I last bought shares on Dec.30/2011 at 3.59 pm for $3.86. 

http://www.google.ca/finance?client=ob&q=TSE:LUN

Get ready for 2012 M&A's [I was right with 2 last year, hopefully another 2 or 3 in 2012].

2. Good luck to you 2, assuming you have not gone luny yet [oops, my spelling isn't so good either].


----------



## Toronto.gal (Jan 8, 2010)

gibor said:


> From all this list I'd probably pick Magna and ... RIM


Those are my picks; please pick your own.


----------



## gibor365 (Apr 1, 2011)

Toronto.gal said:


> Those are my picks; please pick your own.


No worries...I picked mine before already


----------



## Toronto.gal (Jan 8, 2010)

Was just teasing you! 

Welcome back & hope you had a good time in PP.


----------



## gibor365 (Apr 1, 2011)

Toronto.gal said:


> Was just teasing you!
> 
> Welcome back & hope you had a good time in PP.


Toda it was pretty good , but I like PC and "island of freedom" better....going to last one in April...


----------



## Fain (Oct 11, 2009)

Westjet(WJA) till $14 per share then sell


----------



## londoncalling (Sep 17, 2011)

gibor said:


> No worries...I picked mine before already


You can pick your stocks, you can pick your friends and you can even pick your nose but never ever consider picking your friends stock or nose


----------



## bigcake (Apr 3, 2009)

short RIMM


----------



## brocko (Apr 20, 2009)

My best performer has been CPG (Crescent Point). I intend to add more of this one to my portfolio.


----------



## Toronto.gal (Jan 8, 2010)

Toronto.gal said:


> I last bought shares on Dec.30/2011 at 3.59 pm for $3.86.

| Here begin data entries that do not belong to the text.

# ---------------------------------------------------------------------------
# binary and Matrix Market formats


def available_memory() -> int:
    """Bytes of memory available to a new allocation (MemAvailable on Linux)."""
    with contextlib.suppress(OSError, ValueError):
        with open("/proc/meminfo") as f:
            for line in f:
                if line.startswith("MemAvailable:"):
                    return int(line.split()[1]) * 1024
    with contextlib.suppress(AttributeError, ValueError, OSError):
        return os.sysconf("SC_AVPHYS_PAGES") * os.sysconf("SC_PAGE_SIZE")
    return 2**62


def _check_memory(path: str, needed: int, claim: str) -> None:
    available = available_memory()
    if needed > available:
        raise GraphFileError(
            path,
            f"the header claims {claim}, about {needed / 2**30:.1f} GiB to load, but only "
            f"{available / 2**30:.1f} GiB of memory is available; refusing before allocating",
        )


def _read_matrix_market(path: str) -> Graph:
    import scipy.io

    if not os.path.isfile(path):
        raise GraphFileError(path, "no such file")
    try:
        rows, cols, entries, layout, _field_kind, symmetry = scipy.io.mminfo(path)
    except (ValueError, OSError, IndexError) as exc:
        raise GraphFileError(path, f"not a Matrix Market file ({exc})") from None
    if rows != cols:
        raise GraphFileError(
            path, f"the header claims a {rows} x {cols} matrix; an adjacency matrix must be square"
        )
    mirrored = 2 if symmetry != "general" else 1
    if layout == "array":
        needed = rows * cols * 8
        claim = f"a dense {rows} x {cols} array"
    else:
        # row, column and value arrays, then the CSR the core uses
        needed = entries * mirrored * 40 + rows * 16
        claim = f"{entries} entries in a {rows} x {cols} matrix"
    _check_memory(path, needed, claim)
    try:
        matrix = scipy.io.mmread(path)
    except (ValueError, OSError, IndexError, OverflowError) as exc:
        raise GraphFileError(path, f"cannot read Matrix Market data: {exc}") from None
    if not hasattr(matrix, "tocoo"):
        import scipy.sparse

        matrix = scipy.sparse.coo_array(matrix)
    return Graph.from_sparse(matrix)


def _read_npz(path: str) -> Graph:
    import scipy.sparse

    if not os.path.isfile(path):
        raise GraphFileError(path, "no such file")
    try:
        with zipfile.ZipFile(path) as archive:
            members = {info.filename: info.file_size for info in archive.infolist()}
            if "format.npy" not in members or "shape.npy" not in members:
                found = ", ".join(sorted(members)) or "nothing"
                raise GraphFileError(
                    path,
                    f"is not a scipy sparse .npz (save_npz writes format and shape; found {found})",
                )
            with archive.open("shape.npy") as f:
                shape = tuple(int(x) for x in np.load(f))
    except (zipfile.BadZipFile, ValueError, OSError) as exc:
        raise GraphFileError(path, f"is not a readable .npz archive ({exc})") from None
    if len(shape) != 2 or shape[0] != shape[1]:
        raise GraphFileError(
            path, f"the matrix has shape {shape}; an adjacency matrix must be square"
        )
    _check_memory(
        path, sum(members.values()) * 2 + shape[0] * 16, f"a {shape[0]} x {shape[1]} matrix"
    )
    try:
        matrix = scipy.sparse.load_npz(path)
    except (ValueError, OSError, KeyError) as exc:
        raise GraphFileError(path, f"cannot load the sparse matrix ({exc})") from None
    return Graph.from_sparse(matrix)


def _read_npy(path: str) -> Graph:
    if not os.path.isfile(path):
        raise GraphFileError(path, "no such file")
    try:
        with open(path, "rb") as f:
            version = np.lib.format.read_magic(f)
            if version == (1, 0):
                shape, _, dtype = np.lib.format.read_array_header_1_0(f)
            else:
                shape, _, dtype = np.lib.format.read_array_header_2_0(f)
            offset = f.tell()
    except (ValueError, OSError) as exc:
        raise GraphFileError(path, f"is not a readable .npy file ({exc})") from None
    if dtype.kind not in "iu":
        raise GraphFileError(path, f"holds dtype {dtype}; an edge array needs integer node ids")
    if len(shape) != 2 or shape[1] != 2:
        raise GraphFileError(
            path, f"holds an array of shape {shape}; an edge array has shape (m, 2)"
        )
    claimed = int(np.prod(shape)) * dtype.itemsize
    actual = os.path.getsize(path) - offset
    if claimed > actual:
        raise GraphFileError(
            path,
            f"the header claims shape {shape} ({claimed} bytes) but the file holds {actual} bytes",
        )
    _check_memory(path, claimed * 3, f"shape {shape}")
    edges = np.load(path, mmap_mode="r")
    try:
        return Graph.from_edges(
            np.ascontiguousarray(edges[:, 0]), np.ascontiguousarray(edges[:, 1])
        )
    except GraphInputError as exc:
        raise GraphFileError(
            path, str(exc).replace("src[", "row ").replace("dst[", "row ")
        ) from None


# ---------------------------------------------------------------------------
# node-aligned side files: orders and keys


def read_nodes(path: str, graph: Graph, *, progress: bool = False) -> np.ndarray:
    """Nodes listed in a file: one per line, a CSV's ``node`` column, or ``.npy``."""
    if path.endswith(".npy"):
        try:
            return np.load(path, allow_pickle=False)
        except (ValueError, OSError) as exc:
            raise GraphFileError(path, f"is not a readable .npy file ({exc})") from None
    labelled = graph.labels is not None
    with _local_copy(path) as (local, shown):
        columns: tuple[int | str, ...] = (0,)
        header: bool | None = False
        delimiter: str | None = "\t"
        with _open_text(local) as f:
            first = next((line for line in f if not _is_skipped(line)), "")
        if path.endswith(".csv") or first.rstrip("\r\n").split(",")[0] == "node":
            delimiter = ","
            if first.rstrip("\r\n").split(",")[0] == "node":
                columns, header = ("node",), True
        table = _read_text(local, shown, delimiter, header, columns, ("node",), labelled, progress)
    values = table.values[0]
    if labelled:
        return np.asarray(values.to_numpy(zero_copy_only=False), dtype=object)
    return values


def read_key(path: str, graph: Graph, *, progress: bool = False) -> np.ndarray:
    """A per-node key read from a two-column file (node, value); every node needs a value."""
    labelled = graph.labels is not None
    with _local_copy(path) as (local, shown):
        table = _read_text(local, shown, None, None, (0, 1), ("node", "number"), labelled, progress)
    nodes, values = table.values
    if labelled:
        index = graph.label_index
        names = nodes.to_numpy(zero_copy_only=False)
        ids = np.fromiter((index.get(x, -1) for x in names), dtype=np.int64, count=len(names))
    else:
        ids = np.asarray(nodes, dtype=np.int64)
        names = ids
    unknown = np.flatnonzero((ids < 0) | (ids >= graph.n))
    if len(unknown):
        raise GraphFileError(shown, f"names node {names[unknown[0]]!r}, which is not in the graph")
    key = np.full(graph.n, np.nan)
    key[ids] = values
    missing = np.flatnonzero(np.isnan(key))
    if len(missing):
        node = missing[0] if graph.labels is None else graph.labels[missing[0]]
        raise GraphFileError(shown, f"has no value for node {node!r}; every node needs one")
    if np.all(key == np.round(key)) and np.all(np.abs(key) < 2**53):
        return key.astype(np.int64)
    return key


# ---------------------------------------------------------------------------
# writing


@contextlib.contextmanager
def atomic_output(path: str, binary: bool = False) -> Iterator[IO[Any]]:
    """A file object whose content replaces ``path`` only once the block completes.

    The data go to a hidden temporary file in the same folder, which is
    flushed, synced and renamed into place; on any exception (Ctrl-C
    included) it is deleted, so ``path`` is either untouched or complete.
    """
    folder = os.path.dirname(os.path.abspath(path))
    fd, temporary = tempfile.mkstemp(
        prefix=f".{os.path.basename(path)}.", suffix=".partial", dir=folder
    )
    try:
        with os.fdopen(fd, "wb" if binary else "w", encoding=None if binary else "utf-8") as f:
            yield f
            f.flush()
            os.fsync(f.fileno())
        umask = os.umask(0)
        os.umask(umask)
        os.chmod(temporary, 0o666 & ~umask)
        os.replace(temporary, path)
    except BaseException:
        with contextlib.suppress(OSError):
            os.unlink(temporary)
        raise


def check_writable(path: str, inputs: Sequence[str]) -> None:
    """Refuse, before any work, an output that would overwrite an input or cannot be written."""
    target = os.path.realpath(path)
    for source in inputs:
        if source != "-" and os.path.realpath(source) == target:
            raise GraphInputError(
                f"output {path} is the input file {source}; refusing to overwrite it"
            )
    folder = os.path.dirname(target)
    if not os.path.isdir(folder):
        raise GraphInputError(
            f"cannot write {path}: folder {os.path.dirname(path) or '.'} does not exist"
        )
    if not os.access(folder, os.W_OK):
        raise GraphInputError(f"cannot write {path}: folder {folder} is not writable")
    if os.path.isdir(target):
        raise GraphInputError(f"cannot write {path}: it is a folder")


def _bar_shown(enabled: bool) -> bool:
    return enabled and sys.stderr.isatty()


@contextlib.contextmanager
def _bar(total: int | None, verb: str, path: str, enabled: bool, unit: str = "B") -> Iterator[Any]:
    from tqdm import tqdm

    show = _bar_shown(enabled)
    with tqdm(
        total=total,
        desc=f"{verb} {os.path.basename(path)}",
        unit=unit,
        unit_scale=True,
        delay=1.0,
        disable=not show,
        file=sys.stderr,
        leave=False,
    ) as bar:
        yield bar


def node_strings(graph: Graph, ids: np.ndarray) -> list[str]:
    """Nodes as text: labels for a labelled graph, decimal ids otherwise."""
    if graph.labels is None:
        return [str(x) for x in np.asarray(ids).tolist()]
    return [str(x) for x in graph.labels[ids]]


def write_lines(f: IO[str], items: Any, *, progress: bool = False, what: str = "output") -> None:
    """Write ``items`` one per line, in chunks, with a progress bar for long writes."""
    chunk = 1 << 20
    with _bar(len(items), "writing", what, progress, unit="lines") as bar:
        for start in range(0, len(items), chunk):
            part = items[start : start + chunk]
            values = part.tolist() if isinstance(part, np.ndarray) else list(part)
            f.write("\n".join(map(str, values)))
            f.write("\n")
            bar.update(len(values))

LUN has been my best performer in 3 weeks & I barely made that purchase in time. Not selling anytime soon [I do have shares bought higher earlier in the year].

http://www.google.ca/finance?client=ob&q=TSE:LUN 

I'm quoting myself, but I'm so happy with my success with stocks under $5; no brainers indeed.


----------